START Source records

def _work_table(page: Page, y: float, plane: ReportPlane) -> float:
    """The plan's parts on this plane in the order to do them, then what stays on."""
    parts = sorted(plane.parts, key=lambda p: (["remove", "drill", "fit"].index(p.verb),
                                               p.position, p.item))
    if not parts:
        page.text(MARGIN_IN, y, "NOTHING TO DO ON THIS PLANE", 8.5, weight="bold")
        y += 0.24
    else:
        steps = list(dict.fromkeys(action_word(p).upper() for p in parts))
        heading = ", THEN ".join(steps) + (" (IN THIS ORDER)" if len(steps) > 1 else "")
        page.text(MARGIN_IN, y, heading, 8.5, weight="bold")
        rows = [[action_word(p).upper(), str(p.position), angle_text(p.angle_deg, 1), p.item,
                 str(p.count), f"{abs(p.mass_g) * p.count:g}",
                 f"{abs(p.mass_g) * p.count * p.radius_mm:.0f}"] for p in parts]
        y = page.table(MARGIN_IN, y + 0.22, [("Do", "l"), ("Pos.", "r"), ("Angle", "r"),
                                             ("Item", "l"), ("Count", "r"), ("Mass g", "r"),
                                             ("g·mm", "r")], rows, WIDTH_IN, ticks=True)
    if plane.staying:
        staying = "; ".join(
            ("position " + str(p.position) if p.position is not None
             else f"at {angle_text(p.angle_deg, 1)}") + f": {p.label} ×{p.count} ({p.origin})"
            for p in plane.staying)
        y = paragraphs(page, y, ["Already on the rotor and staying: " + staying + "."], BODY_PT)
    return y


def residual_block(report: VisitReport, index: int) -> Block:
    """One residual-unbalance check: the readings at the trial angles and the circle, the result.

    Parameters
    ----------
    report : VisitReport
        The visit.
    index : int
        The check (from 0).

    Returns
    -------
    Block
        The block.

    References
    ----------
    [API617], [Kasa1976].
    """
    record = report.record
    result = report.residual_checks[index]
    check = result.check
    unit = unit_of(report)

    def draw(page: Page, y: float, drawn) -> float:
        y = section(page, y, f"Residual unbalance after balancing: "
                             f"{record.plane_names[check.plane]}")
        size = 3.0
        side_x = MARGIN_IN + size + 0.3
        side_w = WIDTH_IN - size - 0.3
        if page.fig is not None:
            drawing = draw_residual(_axes(page, MARGIN_IN, y, size, size), check.angles_deg,
                                    check.amplitudes, result.circle.centre,
                                    result.circle.radius, _ccw(report), size, unit)
            drawn.polars.append((f"residual check {index + 1}", drawing))
        texts = [f"A {check.mass_g:g} g trial weight at r {check.radius_mm:g} mm "
                 f"({significant(check.trial_gmm, 4)} g·mm) on each of "
                 f"{len(check.angles_deg)} equally spaced positions in turn, read at "
                 f"{record.channel_names[check.sensor]}; each reading is plotted at its "
                 "trial angle, with the circle fitted through them (dashed) and its centre "
                 "(+), which points to the residual heavy spot.",
                 f"From the largest and smallest reading: {significant(result.from_range_gmm)} "
                 f"g·mm. From the circle: {significant(result.from_circle_gmm)} g·mm at "
                 f"{angle_text(result.heavy_spot_deg)}. Judged on the larger, "
                 f"{significant(result.residual_gmm)} g·mm."]
        end = paragraphs(page, y, texts, BODY_PT, x=side_x, width=side_w)
        if result.limit_gmm is None:
            end = paragraphs(page, end, [f"No limit: {result.limit_source}."], BODY_PT,
                             x=side_x, width=side_w)
        else:
            words = (f"{'WITHIN' if result.within else 'ABOVE'} THE LIMIT OF "
                     f"{significant(result.limit_gmm)} g·mm")
            end = paragraphs(page, end, [f"Limit: {result.limit_source}."], BODY_PT, x=side_x,
                             width=side_w)
            if result.within:
                page.box(side_x, end + 0.02, side_w, 0.34, lw=2.2)
                page.text(side_x + side_w / 2, end + 0.19, words, 9, weight="bold",
                          ha="center", va="center")
                end += 0.42
            else:
                end = black_band(page, end + 0.02, words)
        end = paragraphs(page, end, [f"Note: {n}." for n in result.notes], 7, x=side_x,
                         width=side_w)
        rows = [[str(k), angle_text(a), significant(x)] for k, (a, x) in
                enumerate(zip(check.angles_deg, check.amplitudes), start=1)]
        table_end = page.table(MARGIN_IN, y + size + 0.06, [("", "l"), ("Trial at", "r"),
                                                           (unit, "r")], rows, size)
        return max(table_end, end)

    return draw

END Source records

From the entries above, extract only the lines running from the one containing "if result.limit_gmm is" through the one containing "page.box(side_x, end +", inclusive.

        if result.limit_gmm is None:
            end = paragraphs(page, end, [f"No limit: {result.limit_source}."], BODY_PT,
                             x=side_x, width=side_w)
        else:
            words = (f"{'WITHIN' if result.within else 'ABOVE'} THE LIMIT OF "
                     f"{significant(result.limit_gmm)} g·mm")
            end = paragraphs(page, end, [f"Limit: {result.limit_source}."], BODY_PT, x=side_x,
                             width=side_w)
            if result.within:
                page.box(side_x, end + 0.02, side_w, 0.34, lw=2.2)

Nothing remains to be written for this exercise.